- _What to produce_
Pick out each line with the word "cancelledByAnother" from the material that follows.

- _Exercise material_
________________________________________

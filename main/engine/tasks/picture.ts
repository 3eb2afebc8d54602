import type { BackgroundBasis } from "../../../core/numeric/background";
import { timeFilter } from "../../../core/study/band";
import { bandLatitudeTime } from "../../../core/study/latitude-time";
import type { HeightRecord } from "../../../core/study/record";
import type { BandSettings } from "../../../core/study/schema";
import type { JobFlags } from "../job";

/** Latitude–time matrix of a linear quantity in the band, from its zonal means. */
export function pictureTask(
  args: {
    readonly zonal: Float64Array;
    readonly record: Pick<HeightRecord, "time" | "hasData">;
    readonly rows: number;
    readonly band: BandSettings;
    readonly basis: BackgroundBasis;
    readonly columns: Int32Array;
  },
  job: JobFlags,
): Float64Array {
  job.poll();
  const { time, hasData } = args.record;
  return bandLatitudeTime(args.zonal, args.rows, timeFilter(args.band, time), args.basis, hasData, args.columns);
}
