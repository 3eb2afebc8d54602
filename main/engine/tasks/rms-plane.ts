import type { GridWindow } from "../../../core/model/source";
import type { GridIndex } from "../../readers/joined-grid";
import { readHeights } from "../../readers/read-heights";
import type { JobFlags } from "../job";

/** Root mean square over a window's dates of an indexed variable, cell by cell; NaN where it is never valid. */
export async function rmsPlaneTask(
  args: { readonly index: GridIndex; readonly window: GridWindow },
  job: JobFlags,
): Promise<Float64Array> {
  let squares = new Float64Array(0);
  let count = new Int32Array(0);
  await readHeights(
    args.index,
    args.window,
    (_, plane) => {
      if (squares.length === 0) {
        squares = new Float64Array(plane.length);
        count = new Int32Array(plane.length);
      }
      for (let cell = 0; cell < plane.length; cell++) {
        if (Number.isNaN(plane[cell])) continue;
        squares[cell] += plane[cell] * plane[cell];
        count[cell]++;
      }
    },
    { poll: () => job.poll() },
  );
  return squares.map((sum, cell) => (count[cell] > 0 ? Math.sqrt(sum / count[cell]) : Number.NaN));
}
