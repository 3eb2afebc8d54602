import { planeOf } from "../../../core/model/cube";
import type { BandFilter } from "../../../core/numeric/band-filter";
import { type GridGeometry, gridGeometry } from "../../../core/ocean/grid-geometry";
import { planesFrom } from "../../../core/ocean/quantities/evaluate";
import { type Background, bandHeightPlane } from "../../../core/study/band-plane";
import type { HeightRecord } from "../../../core/study/record";
import type { GeostrophySettings } from "../../../core/study/schema";

/** A field of the record: which quantity, as it stands or in the band. */
export interface FieldArguments {
  readonly record: HeightRecord;
  readonly geostrophy: GeostrophySettings;
  readonly background: Background;
  readonly quantity: string;
  readonly inBand: boolean;
  readonly filter: BandFilter | null;
}

export function geometryOf(record: HeightRecord, geostrophy: GeostrophySettings): GridGeometry {
  return gridGeometry(record.axes, geostrophy, "geostrophy");
}

/** Height on one date, as it stands or in the band. Dates without data are NaN everywhere. */
export function heightsOn(args: Omit<FieldArguments, "quantity">, date: number): Float64Array {
  const { record, inBand, filter, background } = args;
  if (!inBand || !record.hasData[date]) return planeOf(record.cube, date);
  return bandHeightPlane(record, date, filter, background);
}

/** The field's plane on one date. */
export function fieldOn(args: FieldArguments, geometry: GridGeometry, date: number): Float64Array {
  return planesFrom(heightsOn(args, date), geometry)(args.quantity);
}
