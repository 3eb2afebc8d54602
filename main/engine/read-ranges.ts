import type { GridIndex } from "../readers/joined-grid";

type Range = readonly [from: number, to: number];

/**
 * Splits dates among readers so that no stored chunk falls to two of them: a range a file, and a long file into up to
 * `parts` ranges that end on its chunks' borders in time.
 */
export function readRanges(index: GridIndex, [from, to]: Range, parts: number): Range[] {
  const ranges: [number, number][] = [];
  let last = -1;
  for (let date = from; date < to; date++) {
    const file = index.fileOf[date];
    if (file < 0) continue;
    const range = ranges.at(-1);
    if (range && file === last && !startsPart(index, date, range[0], (to - from) / parts)) range[1] = date + 1;
    else ranges.push([date, date + 1]);
    last = file;
  }
  return ranges;
}

/** True where a new range may begin: the one before is long enough and a chunk begins at this date. */
function startsPart(index: GridIndex, date: number, start: number, length: number): boolean {
  if (date - start < Math.max(length, 64)) return false;
  const { chunks, layout } = index.files[index.fileOf[date]];
  const depth = layout.time === null ? 1 : (chunks?.[layout.time] ?? 1);
  return index.localOf[date] % depth === 0;
}
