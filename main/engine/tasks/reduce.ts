import { planeOf } from "../../../core/model/cube";
import type { HeightRecord } from "../../../core/study/record";
import { columnWeights, type ReductionTarget, reduceDate } from "../../../core/study/reduction";
import type { GeostrophySettings } from "../../../core/study/schema";
import type { JobFlags } from "../job";
import { geometryOf } from "./field";

/** Reduces a range of dates into the shared target. Counts one a date. */
export function reduceTask(
  args: {
    readonly record: HeightRecord;
    readonly geostrophy: GeostrophySettings;
    readonly dates: readonly [number, number];
    readonly target: ReductionTarget;
  },
  job: JobFlags,
): void {
  const geometry = geometryOf(args.record, args.geostrophy);
  const weights = columnWeights(args.record);
  for (let date = args.dates[0]; date < args.dates[1]; date++) {
    job.poll();
    reduceDate(planeOf(args.record.cube, date), date, args.record, geometry, weights, args.target);
    job.count();
  }
}
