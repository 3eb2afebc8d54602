import { totalmem } from "node:os";
import { Fault } from "../../core/model/errors";

/** Bytes one record may take: half of the machine's memory, or STRAKE_MEMORY_MB. */
export function memoryBudgetBytes(): number {
  const wanted = Number(process.env.STRAKE_MEMORY_MB);
  return wanted > 0 ? wanted * 2 ** 20 : totalmem() / 2;
}

/** Refuses a record that would not fit, before memory is asked for. */
export function requireMemory(bytes: number, where: string): void {
  const budget = memoryBudgetBytes();
  if (bytes <= budget) return;
  throw new Fault({
    tag: "memory",
    where,
    expected: `at most ${megabytes(budget)} of memory for one record`,
    got: `a region and period that take ${megabytes(bytes)}`,
    advice: "choose a smaller region or a shorter period, or raise STRAKE_MEMORY_MB",
  });
}

function megabytes(bytes: number): string {
  return `${Math.ceil(bytes / 2 ** 20).toLocaleString("en")} MB`;
}
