import { columnWeights, zonalMeans } from "../../../core/study/reduction";
import type { JobFlags } from "../job";
import { type FieldArguments, fieldOn, geometryOf } from "./field";

/**
 * Zonal means of a band-passed field on the dates given, map by map: for quantities that are not linear in height and so
 * cannot be filtered after reduction. Row-major dates × rows. Counts one a date.
 */
export function zonalBandTask(args: FieldArguments & { readonly dates: Int32Array }, job: JobFlags): Float64Array {
  const geometry = geometryOf(args.record, args.geostrophy);
  const weights = columnWeights(args.record);
  const out = new Float64Array(args.dates.length * geometry.rows);
  args.dates.forEach((date, i) => {
    job.poll();
    out.set(zonalMeans(fieldOn(args, geometry, date), args.record, weights), i * geometry.rows);
    job.count();
  });
  return out;
}
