import type { Drift } from "../../../core/model/scales-result";
import { type BackgroundBasis, removeBackground } from "../../../core/numeric/background";
import type { FrequencyWavenumberSpectrum } from "../../../core/numeric/spectra/frequency-wavenumber";
import { driftOf, type PositionTime } from "../../../core/study/scales/drift-picture";
import { waveSpectrum } from "../../../core/study/scales/wave-picture";
import type { JobFlags } from "../job";

/** Drift and frequency-wavenumber spectrum of a quantity along a latitude after each cell's background is off. */
export function scaleAlongTask(
  args: PositionTime & { readonly basis: BackgroundBasis; readonly even: boolean },
  job: JobFlags,
): { readonly drift: Drift | null; readonly spectrum: FrequencyWavenumberSpectrum | null } {
  job.poll();
  const dates = args.days.length;
  const values = new Float64Array(args.values.length);
  for (let start = 0; start < values.length; start += dates) {
    values.set(removeBackground(args.values.subarray(start, start + dates), args.basis), start);
  }
  const picture = { ...args, values };
  const spectrum = args.even ? waveSpectrum(picture) : null;
  job.poll();
  const drift = driftOf(picture, "row means");
  job.count();
  return { drift, spectrum };
}
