import { faultData } from "../../core/model/errors";
import { JobFlags } from "./job";
import type { WorkerAnswer } from "./pool";
import { type TaskName, tasks } from "./tasks";

interface WorkerRequest {
  readonly task: TaskName;
  readonly args: never;
  readonly flags: Int32Array;
}

/** Entry of a worker thread: runs the named task. */
export default async function answer({ task, args, flags }: WorkerRequest): Promise<WorkerAnswer> {
  try {
    const job = new JobFlags(flags);
    job.poll();
    return { value: await tasks[task](args, job) };
  } catch (error) {
    return { fault: faultData(error) };
  }
}
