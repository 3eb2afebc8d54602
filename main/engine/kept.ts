import { Fault } from "../../core/model/errors";

/**
 * Keeps the newest few results by key. Callers who ask for the same key while it is being made share the work; a failed or
 * cancelled making is forgotten, and those who shared it make it again for themselves unless they were cancelled too.
 */
export class Kept<T> {
  readonly #made = new Map<string, Promise<T>>();

  constructor(private readonly most: number) {}

  async get(key: string, make: () => Promise<T>, stillWanted: () => boolean): Promise<T> {
    for (;;) {
      const known = this.#made.get(key);
      if (!known) return this.#start(key, make);
      try {
        return await known;
      } catch (error) {
        const cancelledByAnother = error instanceof Fault && error.tag === "cancelled" && stillWanted();
        if (!cancelledByAnother) throw error;
        if (this.#made.get(key) === known) this.#made.delete(key);
      }
    }
  }

  #start(key: string, make: () => Promise<T>): Promise<T> {
    const making = make();
    this.#made.set(key, making);
    while (this.#made.size > this.most) this.#made.delete(this.#made.keys().next().value as string);
    making.catch(() => {
      if (this.#made.get(key) === making) this.#made.delete(key);
    });
    return making;
  }
}
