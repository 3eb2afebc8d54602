import type { DirectionSpectra, Estimate, WavenumberCurve } from "../../core/model/scales-result";
import { averageSpectra, type WavenumberSpectrum } from "../../core/numeric/spectra/wavenumber";
import { thinnedDates } from "../../core/study/latitude-time";
import { meanPlane } from "../../core/study/scales/flow-speeds";
import type { GridSpacing } from "../../core/study/scales/map-spectra";
import { peakOfDates, peakWavelength } from "../../core/study/scales/peak-wavelength";
import type { Job } from "./job";
import type { WorkerPool } from "./pool";
import type { FieldArguments } from "./tasks/field";
import type { Moments } from "./tasks/moments";
import type { MapSpectraPart } from "./tasks/scale-maps";

/** Pieces that the maps are cut into: fixed, so that sums do not depend on the number of workers. */
const mapPieces = 15;
/** Most maps that are transformed. */
const mostMaps = 60;

/** Spectra of a record's maps in space. */
export interface RecordMapSpectra {
  readonly dates: Int32Array;
  readonly zonal: DirectionSpectra;
  readonly meridional: DirectionSpectra;
  /** Mean plane of kinetic energy; null where no map is whole enough. */
  readonly energy: Float64Array | null;
  /** Meridional wavelength of most variance: each map's, and the time mean's. */
  readonly peak: Estimate;
  readonly meanPeak: number;
}

const unknown: Estimate = { value: Number.NaN, low95: Number.NaN, high95: Number.NaN };
const noSpectra: DirectionSpectra = { eachMap: null, timeMean: null, inBand: null };

export const noMapSpectra: RecordMapSpectra = {
  dates: new Int32Array(0),
  zonal: noSpectra,
  meridional: noSpectra,
  energy: null,
  peak: unknown,
  meanPeak: Number.NaN,
};

/** Spectra of at most 60 maps as they stand, of the time mean, and of as many maps in the band, ends of the filter left out. */
export async function mapSpectraOf(
  pool: WorkerPool,
  plain: FieldArguments,
  banded: FieldArguments | null,
  ends: Uint8Array,
  moments: Moments,
  spacing: GridSpacing,
  job: Job,
): Promise<RecordMapSpectra> {
  const { hasData } = plain.record;
  const dates = mapDates(hasData, new Uint8Array(hasData.length));
  const each = await mapPass(pool, plain, dates, spacing, job);
  const inBand = banded ? await mapPass(pool, banded, mapDates(hasData, ends), spacing, job) : null;
  const mean = await pool.run("scaleMean", { u: meanPlane(moments, 0), v: meanPlane(moments, 1), spacing }, job);
  const along = (direction: "zonal" | "meridional"): DirectionSpectra => ({
    eachMap: curveOf(each[direction]),
    timeMean: curveOf([mean[direction]]),
    inBand: inBand ? curveOf(inBand[direction]) : null,
  });
  const meridional = along("meridional");
  const whole = each.meridional.filter(({ lines }) => lines > 0);
  return {
    dates,
    zonal: along("zonal"),
    meridional,
    energy: each.energyMaps > 0 ? each.energy : null,
    peak:
      whole.length > 0
        ? peakOfDates(
            whole[0].wavenumber,
            whole.map(({ density }) => density),
          )
        : unknown,
    meanPeak: meridional.timeMean
      ? peakWavelength(meridional.timeMean.wavenumber, meridional.timeMean.density)
      : Number.NaN,
  };
}

/** At most 60 dates with data, evenly thinned, those that `avoid` marks left out where enough others are left. */
function mapDates(hasData: Uint8Array, avoid: Uint8Array): Int32Array {
  const dated = Array.from(hasData.keys()).filter((date) => hasData[date]);
  const trusted = dated.filter((date) => !avoid[date]);
  const from = trusted.length >= 8 ? trusted : dated;
  return thinnedDates(from.length, mostMaps).map((i) => from[i]);
}

/** Spectra of the maps on the dates given, parts put together in order. */
async function mapPass(
  pool: WorkerPool,
  field: FieldArguments,
  dates: Int32Array,
  spacing: GridSpacing,
  job: Job,
): Promise<MapSpectraPart> {
  const step = field.inBand ? "Transforming maps in the band" : "Transforming maps";
  const parts = await job.step(step, dates.length, () =>
    pool.share(
      "scaleMaps",
      dates.length,
      ([from, to]) => ({ ...field, dates: dates.slice(from, to), spacing }),
      job,
      mapPieces,
    ),
  );
  const energy = new Float64Array(parts[0].energy.length);
  const energyMaps = parts.reduce((sum, part) => sum + part.energyMaps, 0);
  for (const part of parts) {
    for (let i = 0; i < energy.length; i++) energy[i] += part.energy[i] / energyMaps;
  }
  return {
    zonal: parts.flatMap((part) => part.zonal),
    meridional: parts.flatMap((part) => part.meridional),
    energy,
    energyMaps,
  };
}

/** Mean of some maps' spectra; null where no line of any is whole enough. */
function curveOf(spectra: readonly WavenumberSpectrum[]): WavenumberCurve | null {
  const whole = spectra.filter(({ lines }) => lines > 0);
  if (whole.length === 0) return null;
  const { wavenumber, density } = averageSpectra(whole);
  return { wavenumber, density };
}
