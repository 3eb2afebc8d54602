import type { CallOptions, Progress } from "../../core/contract/job";
import { Fault } from "../../core/model/errors";

const cancelSlot = 0;
const doneSlot = 1;

/** What a worker needs of a job: polls for cancel, counts what is done. Backed by shared memory. */
export class JobFlags {
  constructor(readonly shared: Int32Array) {}

  /** Throws when the job was cancelled; called once a row or plane. */
  poll(): void {
    if (Atomics.load(this.shared, cancelSlot) !== 0) throw cancelledFault();
  }

  count(): void {
    Atomics.add(this.shared, doneSlot, 1);
  }
}

export function cancelledFault(): Fault {
  return new Fault({
    tag: "cancelled",
    where: "the work under way",
    expected: "time to finish",
    got: "a cancel",
    advice: "start it again when wanted",
  });
}

/** One call's progress and cancel, on the engine's side. */
export class Job {
  #flags = new Int32Array(new SharedArrayBuffer(8));
  #abort: () => void;
  #timer: ReturnType<typeof setInterval> | null = null;

  constructor(private readonly options: CallOptions = {}) {
    this.#abort = () => Atomics.store(this.#flags, cancelSlot, 1);
    options.signal?.addEventListener("abort", this.#abort);
    if (options.signal?.aborted) this.#abort();
  }

  get flags(): Int32Array {
    return this.#flags;
  }

  get cancelled(): boolean {
    return Atomics.load(this.#flags, cancelSlot) !== 0;
  }

  throwIfCancelled(): void {
    if (this.cancelled) throw cancelledFault();
  }

  report(progress: Progress): void {
    this.options.onProgress?.(progress);
  }

  /** Runs a step whose workers count up to `total`; reports ten times a second. */
  async step<T>(step: string, total: number, work: () => Promise<T>): Promise<T> {
    this.throwIfCancelled();
    Atomics.store(this.#flags, doneSlot, 0);
    const tell = () => this.report({ step, done: Math.min(total, Atomics.load(this.#flags, doneSlot)), total });
    tell();
    this.#timer = setInterval(tell, 100);
    try {
      const result = await work();
      this.report({ step, done: total, total });
      return result;
    } finally {
      clearInterval(this.#timer);
    }
  }

  close(): void {
    this.options.signal?.removeEventListener("abort", this.#abort);
  }
}
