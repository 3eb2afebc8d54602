import { planMeridian } from "../../../core/jets/forcing/meridian";
import type { ForcingResult } from "../../../core/model/scales-result";
import { forcingOf } from "../../../core/study/scales/forcing";
import type { GeostrophySettings } from "../../../core/study/schema";
import type { JobFlags } from "../job";

/** Eddy forcing of the zonal-mean flow; `flow` and `flux` are `values[row * dates + date]`. Counts one. */
export function scaleForcingTask(
  args: {
    readonly flow: Float64Array;
    readonly flux: Float64Array;
    readonly days: Float64Array;
    readonly latitude: Float64Array;
    readonly geostrophy: GeostrophySettings;
  },
  job: JobFlags,
): ForcingResult {
  job.poll();
  const meridian = planMeridian(args.latitude, args.geostrophy.stencil, args.geostrophy);
  const forcing = forcingOf(args.flow, args.flux, args.days, meridian);
  job.count();
  return forcing;
}
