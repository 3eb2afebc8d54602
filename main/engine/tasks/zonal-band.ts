import { columnWeights, zonalMeans } from "../../../core/study/reduction";
import type { JobFlags } from "../job";
import { type FieldArguments, fieldSource } from "./field";

/**
 * Zonal means of one quantity on the dates given, map by map: for quantities that are not linear in height and so cannot be
 * filtered after reduction. Row-major dates × rows. Counts one a date.
 */
export function zonalBandTask(
  args: FieldArguments & { readonly quantity: string; readonly dates: Int32Array },
  job: JobFlags,
): Float64Array {
  const source = fieldSource(args);
  const weights = columnWeights(args.record);
  const { rows } = source.geometry;
  const out = new Float64Array(args.dates.length * rows);
  args.dates.forEach((date, i) => {
    job.poll();
    out.set(zonalMeans(source.on(date)(args.quantity), args.record, weights), i * rows);
    job.count();
  });
  return out;
}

________________________________________

- _Task result_
        const cancelledByAnother = error instanceof Fault && error.tag === "cancelled" && stillWanted();
        if (!cancelledByAnother) throw error;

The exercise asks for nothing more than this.